GIULIA. L'acquedotto di quest' acqua secondo Frontino §. IX. fu costrutto da Marco Agrippa nella sua edilità l'anno di Roma 719, ossia 35 avanti la era volgare: l'acqua ebbe da lui il nome di Giulia, onde onorare il nome di Augusto, che dopo l'adozione di Cesare assunto i nomi di Caio Giulio Cesare Ottaviano.

avea

7 m.

Le sue sorgenti sono 2. miglia a destra della via Latina partendo dal XII. miglio da Roma, onde avea un corso di 15 m. e 426 passi: a Roma il suo livello era inferiore a quello dell'Aniene Nuova e della Claudia, e superiore a tutte le altre che sgorgavano sulla riva sinistra del Tevere.

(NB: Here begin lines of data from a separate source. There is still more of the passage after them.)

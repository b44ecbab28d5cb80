import { coveredFeed } from "../cover/coveredFeed.ts";
import { type Layer, layeredSheet, type Sheet } from "../cover/layeredSheet.ts";
import { gammaOfReturnLoss } from "../cover/reflectionFigures.ts";

/** Standard uncertainty of a return loss [dB]: half-width 1 dB, a coupler 20 dB above it (common practice, no source). */
export const RETURN_LOSS_STANDARD_DB = 0.58;

/** Standard uncertainty of an insertion loss [dB]: half-width 0.05 dB (common practice, no source). */
export const LOSS_STANDARD_DB = 0.029;

/** All that decides what a sheet does to a feed. */
export interface SheetOnFeed {
  readonly frequencyGHz: number;
  readonly feedReturnLossDb: number;
  /** arg S22 of the feed at its aperture plane [deg]. */
  readonly phaseDeg: number;
  readonly layer: Layer;
  /** Aperture plane to sheet [mm]. */
  readonly gapMm: number;
}

/** What a bench would read of it: magnitude of the reflection, return loss and insertion loss [dB]. */
export interface Foretold {
  readonly gamma: number;
  readonly returnLossDb: number;
  readonly insertionLossDb: number;
}

/** A single sheet straight on. */
export function sheetOf(layer: Layer, frequencyGHz: number): Sheet {
  return layeredSheet({ frequencyGHz, incidenceDeg: 0, polarization: "te", layers: [layer] });
}

/** Readings that `coveredFeed` foretells for a sheet of known phase before a feed. */
export function foretell(
  { frequencyGHz, feedReturnLossDb, phaseDeg, layer, gapMm }: SheetOnFeed,
  sheet = sheetOf(layer, frequencyGHz),
): Foretold {
  const covered = coveredFeed({ feedReturnLossDb, sheet, phaseDeg, gapMm, frequencyGHz });
  const returnLossDb = covered.returnLossDb.nominal;
  return {
    gamma: gammaOfReturnLoss("returnLossDb", returnLossDb),
    returnLossDb,
    insertionLossDb: covered.insertionLossDb.nominal,
  };
}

E siccome fu osservato, che per la qualità era identica alla Tepula, perciò Agrippa la unì col rivo di quella fino alla gran piscina limaria esistente lungi da Roma, dove affinchè non nascessero intralci nella distribuzione il volume delle due acque riunite fu diviso in due rivi, de'quali uno, ossia il superiore fu distinto col nome di Giulia, e l'altro col nome di Tepula, ed ambedue que' canali furono diretti sopra quello della Marcia che dalla medesima piscina limaria partiva, onde a Roma i tre rivi giungevano sopra la medesima opera arcuata, che in origine solo per la Marcia era stata edificata: quindi a sostegno di questa Agrippa dovè costruire rinfianchi di opera laterizia ancora superstiti. I tre spechi di queste acque sono in Roma visibili ancora a porta Maggiore, dove a sinistra di chi esce vedonsi traversare le mura odierne: ivi nella parte esterna rimane scoperto un pilastro dell' arcuazione, e nella interna un arco, e nell'uno e nell'altro appariscono i rinfianchi di opera laterizia fatti da Agrippa, di costruzione bellissima ed analoga a quella del Pantheon. Ritrovansi poi a porta s. Lorenzo, dove apparisce ancora il monumento costrutto di travertino per le tre acque e la continuazione dell' acquedotto verso la porta Viminale antica che era dentro la villa già Negroni, oggi Massimi, dove l'acquedotto andava in origine a terminare.Imperciocchè Frontino S.XIX dice: hae tres (aquae) a piscinis in eosdem arcus recipiuntur: summus his est Iuliae, inferior Tepulae, deinde Marciae, quae ad libram collis Viminalis coniunctim infra terram euntes ad Viminalem usque

portam deveniunt: ibi rursus emergunt. Quindi si vede che i tre spechi dalla porta s. Lorenzo diriggevansi verso l'aggere di Servio che fasciava il Viminale verso l'oriente dove entravano sotterra, per sboccare alla porta Viminale. Una parte però della Giulia ai tempi del lodato scrittore presso la porta Maggiore nella contrada allora detta ad Spem Veterem, cioè a destra della porta medesima si diramava sul Celio per mezzo de' castelli: Prius tamen pars Iuliae ad Spem Veterem excepta castellis Caelii montis diffunditur. Ma di questa diramazione oggi non rimangono più traccie. Quest' acqua essendo fra quelle ricordate nell'epilogo de' regionarii è prova che continuò a fluire almeno fino all' anno 537 della era volgare, allorchè Vitige ne troncò l'acquedotto e poscia non se ne incontra più menzione, indizio che forse non fu mai più risarcito.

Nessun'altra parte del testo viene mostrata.